I got dizzy for a few seconds, jk LOL

Nice tank Penny


----------



## vancat (Nov 5, 2004)

tanks


----------



## Riverboa (Jun 26, 2007)

Nice space, could definitely use more/bigger tanks. 
MORE BIGGER BETTERER!


----------



## vancat (Nov 5, 2004)

that's gonna be it...we just remodeled and the idea is SIMPLE BASIC OPEN!! No more JUNK!!!


----------



## asukawashere (Mar 11, 2009)

Riverboa said:


> Hmm.. let's see, I am the closest one to Greenwich, I can pick them up, pass them over to Ashu, she could throw it over to Khanzer, and then to Zapin and then to you? Hehe.
> 
> Kidding aside, good luck with the search, and post pictures of the new tank soon!


Lol, what is this, a game of hot potato or something? The poor fish would be disoriented by the time they got where they needed to be!

Moreover, seeing as Zapins already has juvie Kribs, it also seems somewhat redundant, LOL!



Riverboa said:


> Nice space, could definitely use more/bigger tanks.
> MORE BIGGER BETTERER!


I wholeheartedly agree with this theory. Which explains why there's a fish tank sitting on top of a clothes dryer at my place.


----------



## vancat (Nov 5, 2004)

yeah Zap was going to make me drive to Norwalk to get them. 
I think I found some in Springfield...


----------



## asukawashere (Mar 11, 2009)

Wait, why would you have to drive to Norwalk? Zap's in Hamden.  Unless that was a joke that I totally failed to understand. XD

And is that Springfield, MA or Springfield, IL? LOL!

Anyway, it occurs to me that that Puppy Center place everyone's giving rave reviews is in the Hartford area - have you tried looking there??


----------



## vancat (Nov 5, 2004)

next meeting's in Norwalk....that's why....
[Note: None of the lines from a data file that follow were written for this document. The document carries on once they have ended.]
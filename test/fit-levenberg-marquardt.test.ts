/**
 * The bounded Levenberg–Marquardt solver on problems with known answers:
 * Rosenbrock's function as least squares (minimum at (1, 1); Rosenbrock,
 * Computer Journal 3(3), 175–184, 1960), an exponential decay with exact data,
 * a linear model whose standard errors have the closed form σ²(XᵀX)⁻¹, bounds
 * that bind, and a run that does not converge (the residual reached is named).
 */
import { describe, expect, it } from "vitest";
import { ConvergenceError, InputError } from "../lib/errors.js";
import { leastSquares } from "../lib/fit/levenberg-marquardt.js";

describe("leastSquares", () => {
  it("finds Rosenbrock's minimum from the classical start (−1.2, 1)", () => {
    const res = leastSquares({ m: 2, n: 2, residuals: (p, r) => ((r[0] = 10 * (p[1]! - p[0]! ** 2)), (r[1] = 1 - p[0]!)) }, [-1.2, 1]);
    expect(res.p[0]).toBeCloseTo(1, 6);
    expect(res.p[1]).toBeCloseTo(1, 6);
    expect(res.sumSquares).toBeLessThan(1e-12);
  });
  it("recovers an exponential decay from exact data, with an analytic Jacobian as well", () => {
    const t = Array.from({ length: 30 }, (_, i) => i * 0.2);
    const y = t.map((x) => 3 * Math.exp(-0.7 * x) + 0.5);
    const residuals = (p: Float64Array, r: Float64Array) => t.forEach((x, i) => (r[i] = p[0]! * Math.exp(-p[1]! * x) + p[2]! - y[i]!));
    const fd = leastSquares({ m: t.length, n: 3, residuals }, [1, 0.1, 0]);
    const an = leastSquares(
      { m: t.length, n: 3, residuals, jacobian: (p, _r, j) => t.forEach((x, i) => ((j[i * 3] = Math.exp(-p[1]! * x)), (j[i * 3 + 1] = -p[0]! * x * Math.exp(-p[1]! * x)), (j[i * 3 + 2] = 1))) },
      [1, 0.1, 0],
    );
    for (const res of [fd, an]) {
      expect(res.p[0]).toBeCloseTo(3, 6);
      expect(res.p[1]).toBeCloseTo(0.7, 6);
      expect(res.p[2]).toBeCloseTo(0.5, 6);
    }
  });
  it("gives the textbook standard errors of a straight-line fit, s²(XᵀX)⁻¹", () => {
    const x = [0, 1, 2, 3, 4, 5, 6, 7];
    const y = [0.1, 1.9, 4.2, 5.8, 8.1, 10.2, 11.9, 14.1];
    const res = leastSquares({ m: x.length, n: 2, residuals: (p, r) => x.forEach((xi, i) => (r[i] = p[0]! + p[1]! * xi - y[i]!)) }, [0, 1]);
    const n = x.length;
    const sx = x.reduce((a, b) => a + b, 0);
    const sxx = x.reduce((a, b) => a + b * b, 0);
    const det = n * sxx - sx * sx;
    const s2 = res.sumSquares / (n - 2);
    expect(res.stdErr[0]).toBeCloseTo(Math.sqrt((s2 * sxx) / det), 8);
    expect(res.stdErr[1]).toBeCloseTo(Math.sqrt((s2 * n) / det), 8);
  });
  it("keeps parameters inside their bounds and reports a pinned one as undetermined", () => {
    // unconstrained minimum at p = −1; lower bound 0 binds
    const res = leastSquares({ m: 3, n: 1, residuals: (p, r) => ((r[0] = p[0]! + 1), (r[1] = p[0]! + 1.1), (r[2] = p[0]! + 0.9)) }, [0.5], { lower: [0], upper: [2] });
    expect(res.p[0]).toBeGreaterThanOrEqual(0);
    expect(res.p[0]).toBeLessThan(1e-4);
    expect(res.stdErr[0]).toBe(Infinity);
  });
  it("throws ConvergenceError naming the RMS reached when it runs out of iterations", () => {
    const run = () => leastSquares({ m: 2, n: 2, residuals: (p, r) => ((r[0] = 10 * (p[1]! - p[0]! ** 2)), (r[1] = 1 - p[0]!)) }, [-1.2, 1], { maxIterations: 3, origin: "Rosenbrock" });
    expect(run).toThrow(ConvergenceError);
    expect(run).toThrow(/Rosenbrock: no convergence after 3 iterations; RMS residual reached [0-9.]+/);
  });
  it("refuses too few points, a start outside the bounds, and non-finite residuals", () => {
    expect(() => leastSquares({ m: 1, n: 2, residuals: () => {} }, [0, 0])).toThrow(InputError);
    expect(() => leastSquares({ m: 2, n: 1, residuals: () => {} }, [3], { lower: [0], upper: [1] })).toThrow(/strictly inside/);
    expect(() => leastSquares({ m: 2, n: 1, residuals: (_p, r) => r.fill(NaN) }, [0])).toThrow(ConvergenceError);
  });
});
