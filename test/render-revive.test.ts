import { describe, expect, it } from "vitest";
import { renderJson, reviveDerivation, renderHtmlFragment, renderText } from "../lib/record/render.js";
import { InputError, PinchoffError } from "../lib/errors.js";
import { fixtureDerivation } from "./support/derivation-fixture.js";

describe("reading a derivation back from JSON", () => {
  it("round-trips renderJson exactly, infinities included", () => {
    const d = fixtureDerivation();
    const back = reviveDerivation(JSON.parse(renderJson(d)), "test.json");
    expect(back).toEqual(d.toJSON());
    expect(back.checks[2]!.value).toBe(Infinity);
    expect(renderText(back)).toBe(renderText(d));
  });

  it("names the first bad field with a typed error", () => {
    const j = JSON.parse(renderJson(fixtureDerivation())) as { steps: Array<{ result: { value: unknown } }> };
    j.steps[1]!.result.value = "fast";
    expect(() => reviveDerivation(j, "cell 4")).toThrow(InputError);
    expect(() => reviveDerivation(j, "cell 4")).toThrow(/cell 4\.steps\[1\]\.result\.value: got "fast", expected a number/);
    expect(() => reviveDerivation({ ...j, schemaVersion: 99 }, "x")).toThrow(PinchoffError);
    expect(() => reviveDerivation({ ...j, schemaVersion: 99 }, "x")).toThrow(/newer than this pinchoff reads/);
  });

  it("renderers take a live Derivation too, and refuse an empty design", () => {
    const d = fixtureDerivation();
    expect(renderHtmlFragment(d)).toBe(renderHtmlFragment(d.toJSON()));
    expect(() => renderText([])).toThrow(/at least one derivation/);
    expect(() => renderText({ title: "x" } as never)).toThrow(InputError);
  });
});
You know, I should check the Pup Center! Thanks for the reminder!


----------



## Riverboa (Jun 26, 2007)

Next meeting is in Norwalk? 
Can someone add me to the distribution list? [email protected], I haven't been getting any meeting emails from Zap.


----------



## asukawashere (Mar 11, 2009)

Oh yeah, this month's gonna be the trip to Norwalk Aquarium, isn't it?
Not sure I'm going to make it, actually - might be stuck in Tennessee (see my crazy road trip thread) - but it does sound like fun. 

Anyone know what the meeting date's going to be yet?

(And LOL, I understand now! )


----------



## vancat (Nov 5, 2004)

RiverBoa, I alerted Zap to your request.
I know not the answers to any meeting questions...Zap is going to have to do that.


----------



## jcran17 (Oct 10, 2009)

vancat said:


> You know, I should check the Pup Center! Thanks for the reminder!


Penny,
Since I live so close, I will swing by Puppy Center in the next few days and let you know what they have. Last time I was in there they had a beautiful pair of A. agassizii. They almost always have some Kribs (sub-adult to adult) but I will let you know.

By the way, the remodel looks amazing, hard to believe it's the same house! Looks like it was well worth the trouble.


----------



## vancat (Nov 5, 2004)

hmmm....thought I replied.....
anyways, thanks Jarad, let me know what you found.
Yes, the new house is worth every penny.... uh, dollar.


----------



## Riverboa (Jun 26, 2007)

*Look what I traded for today*


----------



## vancat (Nov 5, 2004)

ooooo
no fair!


----------